Tuesday, June 21, 2022

Hard, hot days

Ironweed

This is hard. Real hard. Since early May, we've hardly had any rain and every day temps in the high 90s or sometimes 100-plus degrees. Even if we put faucet water on plants that are struggling, it does little good. At least during our 2011 drought, the dryness and heat started later in the season. Last summer we KNEW we were blessed to have the rains that we did, even in August. It was amazing! Now here we are with no rain in sight. My mother's water well struggles. How many others have dried up? And yet we continue to build, build, build, and bring more people into a region that cannot support the rapid growth. I'm trying to be optimistic. As they say, this, too, shall pass. But it's just hard right now. Real hard.

Salvia
The Meadow...very few wildflowers this past spring.

Antelope horns

Zizotes (milkweed)

3 comments:

Anonymous said...

I empathize. Where I live in east Texas it's feast or famine in terms of rain, which makes it hard to know what to plant. I, too, have been thinking about 2011.--At the end of that summer, I read there was no detectable soil moisture in Travis county (where I used to live). I moved here for the deeper soil and more rain (45"/yr), but have learned rain is not dependable. We might get 4" in a day and then nothing for 3 months.

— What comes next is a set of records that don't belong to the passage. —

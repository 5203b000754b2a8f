"""Fast kurtogram against the properties of spectral kurtosis published by Antoni."""

import numpy as np
import pytest
import scipy.stats

from engine.errors import InputError
from engine.kurtogram import (MIN_BAND_SAMPLES, THIRD_OFFSET, fast_kurtogram, max_level,
                              spectral_kurtosis)
from engine.simulate import Impacts, MachineSignal, synthesize

FS = 25600.0


def test_sk_of_a_real_sequence_matches_scipy_kurtosis(rng):
    # For a real sequence E|c|⁴/(E|c|²)² − 2 is the Pearson kurtosis minus 2, i.e.
    # scipy.stats.kurtosis (Fisher, = Pearson − 3) plus 1 (scipy.stats as reference).
    x = rng.standard_exponential(5000)
    ref = scipy.stats.kurtosis(x, fisher=True, bias=True) + 1.0
    assert spectral_kurtosis(x.astype(complex)[None, :])[0] == pytest.approx(ref, rel=1e-12)


def test_sk_of_complex_gaussian_noise_is_zero_and_of_a_tone_minus_one(rng):
    # Antoni (2006), MSSP 20:282–307: SK = 0 for stationary (circular) Gaussian noise
    # and −1 for a constant-amplitude sinusoid (|c| constant: 1 − 2).
    n = 200_000
    c = rng.standard_normal(n) + 1j * rng.standard_normal(n)
    assert abs(spectral_kurtosis(c[None, :])[0]) < 0.03  # std of the estimate ≈ 2/√n
    tone = np.exp(2j * np.pi * 0.01 * np.arange(n))
    assert spectral_kurtosis(tone[None, :])[0] == pytest.approx(-1.0, abs=1e-9)


def test_tree_layout_follows_the_one_third_binary_tree(rng):
    # Antoni (2007), MSSP 21:108–124: levels 0, 1, 1.6, 2, 2.6, …; level k
    # has 2**k bands of fs/2**(k+1), level k + log2(3) − 1 has 3·2**k bands.
    x = rng.standard_normal(2 ** 15)
    k = fast_kurtogram(x, FS, levels=5)
    expected = [0.0, 1.0, 1 + THIRD_OFFSET, 2.0, 2 + THIRD_OFFSET, 3.0, 3 + THIRD_OFFSET,
                4.0, 4 + THIRD_OFFSET, 5.0]
    np.testing.assert_allclose(k.levels, expected)
    counts = [k.band_count(r) for r in range(k.levels.size)]
    assert counts == [1, 2, 3, 4, 6, 8, 12, 16, 24, 32]
    for r, level in enumerate(k.levels):
        assert k.bandwidth_hz(r) == pytest.approx(FS / 2 ** (level + 1), rel=1e-9)
    assert k.kurtosis.shape == (10, 32)
    assert np.isnan(k.kurtosis[0, 1:]).all() and not np.isnan(k.kurtosis[0, 0])
    img = k.image()
    assert img.shape == (10, 96) and not np.isnan(img).any()


def test_white_noise_has_sk_near_zero_in_every_band(rng):
    # Antoni (2006): SK of stationary Gaussian noise is 0 in every band; the estimate
    # from M band samples scatters by about 2/√M (the deepest level here has 2**9
    # samples per band, half of them independent: ±0.13), so 0.5 is a wide margin.
    x = rng.standard_normal(2 ** 16)
    k = fast_kurtogram(x, FS, levels=7)
    sk = k.kurtosis[~np.isnan(k.kurtosis)]
    assert np.abs(sk).max() < 0.5
    assert abs(sk.mean()) < 0.05


def test_a_tone_marks_its_own_band_at_every_level(rng):
    # A tone has SK −1 (Antoni 2006); bands must stay in frequency order at every
    # level, so the tone at 0.2·fs (never near a band edge of this tree) gives the
    # lowest SK in band floor(0.4 · bands) of each row.
    t = np.arange(2 ** 16) / FS
    x = np.cos(2 * np.pi * 0.2 * FS * t) + 0.01 * rng.standard_normal(t.size)
    k = fast_kurtogram(x, FS, levels=7)
    for r in range(1, k.levels.size):
        nb = k.band_count(r)
        row = k.kurtosis[r, :nb]
        assert int(np.argmin(row)) == int(0.4 * nb), k.levels[r]
        assert row.min() == pytest.approx(-1.0, abs=0.05)


def test_best_band_holds_the_resonance_the_impacts_ring():
    # Antoni (2007): the kurtogram's maximum marks the band of the impulsive
    # component.  Impacts (engine.simulate, the model of Randall & Antoni 2011, 1 %
    # slip) ring a 5 kHz resonance under a strong 1× and white noise.
    imp = Impacts(order=4.7, amplitude_g=1.0, resonance_hz=5000.0, damping=0.04, slip=0.01)

    def record(impacts):
        sig = MachineSignal(rpm=1200.0, orders={1.0: (3.0, 0.0)}, bearing_impacts=impacts,
                            noise_g_rms=0.6, seed=7)
        return synthesize(sig, fs_hz=FS, duration_s=4.0).channels[0].samples

    k = fast_kurtogram(record([imp]), FS)
    lo, hi = k.best_band_hz
    assert lo <= 5000.0 <= hi
    row = int(np.flatnonzero(k.levels == k.best_level)[0])
    assert np.nanmax(k.kurtosis) == k.best_kurtosis
    # The same record without the impacts: that cell falls back to the noise's SK ≈ 0.
    col = int(np.floor(lo / k.bandwidth_hz(row) + 0.5))
    quiet = fast_kurtogram(record([]), FS).kurtosis[row, col]
    assert abs(quiet) < 0.15 and k.best_kurtosis > quiet + 0.2


def test_levels_follow_the_record_length():
    # Antoni's published fast-kurtogram program allows at most log2(N) − 7 levels, so
    # bands keep 128 samples.
    assert MIN_BAND_SAMPLES == 128
    assert max_level(2 ** 14) == 7 and max_level(2 ** 12) == 5
    x = np.random.default_rng(3).standard_normal(2 ** 12)
    assert fast_kurtogram(x, FS).levels.max() == 5.0


def test_errors_name_the_field():
    x = np.random.default_rng(4).standard_normal(2 ** 12)
    with pytest.raises(InputError, match="levels 6 need bands"):
        fast_kurtogram(x, FS, levels=6)
    with pytest.raises(InputError, match="at least 256 samples"):
        fast_kurtogram(x[:200], FS)
    with pytest.raises(InputError, match="levels must be a whole number"):
        fast_kurtogram(x, FS, levels=0)
    with pytest.raises(InputError, match="NaN"):
        fast_kurtogram(np.full(4096, np.nan), FS)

I am watering certain plants, but leave plants like Turk's Cap and Inland Sea Oats to fend for themselves. Wish I had a crystal ball!

Yoli B said...

May I know which Ironweed is planted in your wildscape?

Sheryl Smith-Rodgers said...

We have western and woolly ironweeds. We planted them on either side of our Blanco crabapple tree. Now we have a hybridized ironweed.